The S&P/ASX 200 rose 0.2 per cent in early trade, after tumbling to its lowest in 11 months on Wednesday in the third straight session of losses.

Stocks are tracking a rebound in the US sharemarket as the Nasdaq jumped 1.4 per cent after ADP data showed that US private payrolls rose 89,000 last month after climbing 180,000 in August. The figure trailed all estimates in a Bloomberg survey of economists.

“Wall Street is looking for any signs that the labour market is cooling and a big miss with the ADP report was somewhat embraced,” said Oanda’s Edward Moya said,

On the ASX 200, energy and utilities were the only two sectors out of the 11 to fall, weighed down by a spectacular 5 per cent drop in crude oil prices overnight. That was the biggest fall in over a year and wiped out its year-on-year gains with oil no longer inflationary.

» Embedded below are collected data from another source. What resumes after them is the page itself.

/// Every name, function and text that a display's result can follow from, and the settings.
fn words_behind(definitions: &Definitions, display: &Display) -> BTreeSet<String> {
    let mut words: BTreeSet<String> = SETTINGS.iter().map(|name| (*name).to_owned()).collect();
    let mut waiting: Vec<&Expression> = vec![&display.expression];
    while let Some(expression) = waiting.pop() {
        let mut found = Vec::new();
        expression.words(&mut found);
        for word in found {
            if words.insert(word.clone()) {
                waiting.extend(definitions.values.get(&*word).map(|definition| &definition.expression));
                waiting.extend(definitions.functions.get(&word).map(|function| &function.body));
            }
        }
    }
    words
}

fn taken_over(name: &str, cell: &str) -> String {
    format!("`{name}` was defined in {cell}; this cell's definition is in force now")
}

/// Names that are bound to something else than before.
fn changed(before: &BTreeMap<String, String>, after: &BTreeMap<String, String>) -> Vec<String> {
    let names: BTreeSet<&String> = before.keys().chain(after.keys()).collect();
    names.into_iter().filter(|name| before.get(*name) != after.get(*name)).cloned().collect()
}

/// The settings in force.
pub(super) fn environment(evaluator: &Evaluator<'_>) -> Environment {
    let mut environment = Environment::empty();
    let setting = |name: &str| -> Option<Result<Arc<Value>, Stop>> {
        let definition = evaluator.definitions.values.get(name)?;
        if let Some(problem) = evaluator.graph.problems.get(name) {
            return Some(Err(Stop::Placed(Box::new(problem.clone()))));
        }
        let node = match &definition.node {
            Ok(node) => node,
            Err(problem) => return Some(Err(Stop::Placed(Box::new(problem.clone())))),
        };
        Some(evaluator.shape(node, &Environment::empty()).and_then(|_| {
            evaluator.value(node, &Environment::empty(), Path::Nominal).map(|(value, _)| value)
        }))
    };
    for name in ["members", "seed"] {
        let problem = evaluator.definitions.values.get(name).and_then(|definition| match &definition.node {
            Ok(node) => super::settings::check(evaluator, name, node),
            Err(problem) => Some(problem.clone()),
        });
        if let Some(problem) = problem {
            environment.members_problem = Some(Arc::new(problem));
            continue;
        }
        if let Some(Ok(value)) = setting(name)
            && let Value::Quantity(number) = value.as_ref()
        {
            match name {
                "members" => environment.members = number.first() as u64,
                _ => environment.seed = number.first() as u64,
            }
        }
    }
    match setting("clock") {
        None => {}
        Some(Ok(value)) => {
            if let Value::Clock(clock) = value.as_ref() {
                environment = environment.with_clock(clock.clone());
            }
        }
        Some(Err(Stop::Placed(problem))) => environment = environment.without_clock(Arc::from(problem)),
        Some(Err(Stop::Fault(_))) => {}
    }
    environment
}

/// Evaluate shapes along the order of references, so that no chain of definitions is walked by recursion.
pub(super) fn prepare(evaluator: &Evaluator<'_>, environment: &Environment) {
    for name in &evaluator.graph.order {
        let Some(definition) = evaluator.definitions.values.get(name) else { continue };
        if let (Ok(node), false) = (&definition.node, evaluator.graph.problems.contains_key(name)) {
            // What is wrong is told where the name is defined or shown.
            let _ = evaluator.shape(node, environment);
            let _ = evaluator.fingerprint(node, environment);
        }
    }
}

/// Check the definitions of a cell, so that their errors do not wait to be shown.
pub(super) fn check(evaluator: &Evaluator<'_>, cell: &str, environment: &Environment, reply: &mut CellReply) {
    for (name, definition) in &evaluator.definitions.values {
        if &*definition.cell != cell {
            continue;
        }
        let stem = |name: &str| name.to_lowercase().trim_end_matches('s').to_owned();
        if let Some(setting) =
            SETTINGS.iter().find(|setting| **setting != &**name && stem(setting) == stem(name))
        {
            reply.notices.push(format!("`{name}` is a name of yours; the setting is called `{setting}`"));
        }
        let problem = match (&definition.node, evaluator.graph.problems.get(name)) {
            (_, Some(problem)) | (Err(problem), None) => Some(problem.clone()),
            (Ok(node), None) => match super::settings::check(evaluator, name, node) {
                Some(problem) => Some(problem),
                None => match evaluator.shape(node, environment) {
                    Ok(_) => None,
                    Err(Stop::Placed(problem)) => Some(*problem),
                    Err(Stop::Fault(fault)) => Some(fault.at(node.span)),
                },
            },
        };
        match problem {
            Some(problem) if problem.code == "not-defined" => reply.waiting.push(problem),
            // A fault in another cell's definition is told there.
            Some(problem) if reply.problems.contains(&problem) => {}
            Some(problem) => reply.problems.push(problem),
            None => {}
        }
    }
}

fn print_of(evaluator: &Evaluator<'_>, display: &Display, environment: &Environment) -> Fingerprint {
    match &display.node {
        Ok(node) => {
            let shape = evaluator.shape(node, environment);
            match shape {
                Ok(_) => evaluator.fingerprint(node, environment),
                Err(stop) => broken(&stop),
            }
        }
        Err(problem) => broken(&Stop::Placed(Box::new(problem.clone()))),
    }
}

/// The fingerprint of a display that shows an error.
fn broken(stop: &Stop) -> Fingerprint {
    let mut parts = Parts::new("error");
    match stop {
        Stop::Placed(problem) => {
            parts.text(problem.code);
            parts.text(&problem.message);
        }
        Stop::Fault(fault) => {
            parts.text(fault.code);
            parts.text(&fault.message);
        }
    }
    parts.finish()
}

fn show(
    evaluator: &Evaluator<'_>,
    display: &mut Display,
    environment: &Environment,
    changed: &[String],
) -> Output {
    display.fingerprint = print_of(evaluator, display, environment);
    let result = match &display.node {
        Ok(node) => evaluator.shape(node, environment).and_then(|_| evaluator.shown(node, environment)),
        Err(problem) => Err(Stop::Placed(Box::new(problem.clone()))),
    };
    let (result, mut notes) = match result {
        Ok((shown, notes)) => (Ok(shown), notes.to_vec()),
        Err(Stop::Placed(problem)) => (Err(*problem), Vec::new()),
        Err(Stop::Fault(fault)) => (Err(fault.at(display.expression.span)), Vec::new()),
    };
    for word in words_behind(evaluator.definitions, display) {
        let name = evaluator.definitions.values.get(&*word).filter(|definition| definition.deleted);
        let function = evaluator.definitions.functions.get(&word).filter(|function| function.deleted);
        let word = if function.is_some() { function_key(&word) } else { word };
        if name.is_some() || function.is_some() {
            notes.push(Arc::from(format!("`{word}` is defined in a cell that was deleted")));
        }
    }
    Output {
        display: display.id,
        cell: display.cell.clone(),
        expression: display.text.clone(),
        fingerprint: display.fingerprint,
        result,
        notes,
        refreshed_by: changed.to_vec(),
    }
}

Karoon Energy was the biggest laggard, tumbling 3.1 per cent and Whitehaven Coal fell 2.2 per cent.

Real estate and healthcare stocks led gains on the ASX and the major banks also rallied between 0.6 per cent and 1 per cent, rebounding from yesterday’s sell-off. Gold miners jumped, while mining heavyweights BHP Group and Fortescue both slid 0.9 per cent. Rio Tinto declined 1.2 per cent.

$A reprieve

Meanwhile, the Australian dollar pulled away from 11-month lows to trade at US63.30¢ after sentiment for risk assets improved. The local currency hit US62.83¢ this week, a level last seen in November last year and has shaved off more than US5¢ since mid-July because of interest rate differentials between the US and Australia.

And Australian bond yields retreated, with the 3-year government yield easing to 4.08 per cent from a 12-week high of 4.17 per cent. The 10-year edged lower to 4.58 per cent from a 12-year peak of 4.68 per cent set on Wednesday, and the 30-year rate also slipped to 4.97 per cent from a record top of 5.06 per cent.

Stocks on the move

ARB fell 0.6 per cent as the shares trade ex-dividend.

Gold producer Newcrest Mining edged up 0.3 per cent after announcing a special fully franked dividend of $US1.1 ($1.58).

Westgold Resources rallied 1.9 per cent after the mining company affirmed its fiscal 2024 guidance after achieving for the first time the full value of the Australian dollar gold price in August and September.

Digital real estate settlement services Property Exchange Australia (PEXA) fell 0.9 per cent to $11 after announcing a planned acquisition of UK-based conveyancing technology provider Smoove for £31 million ($59 million).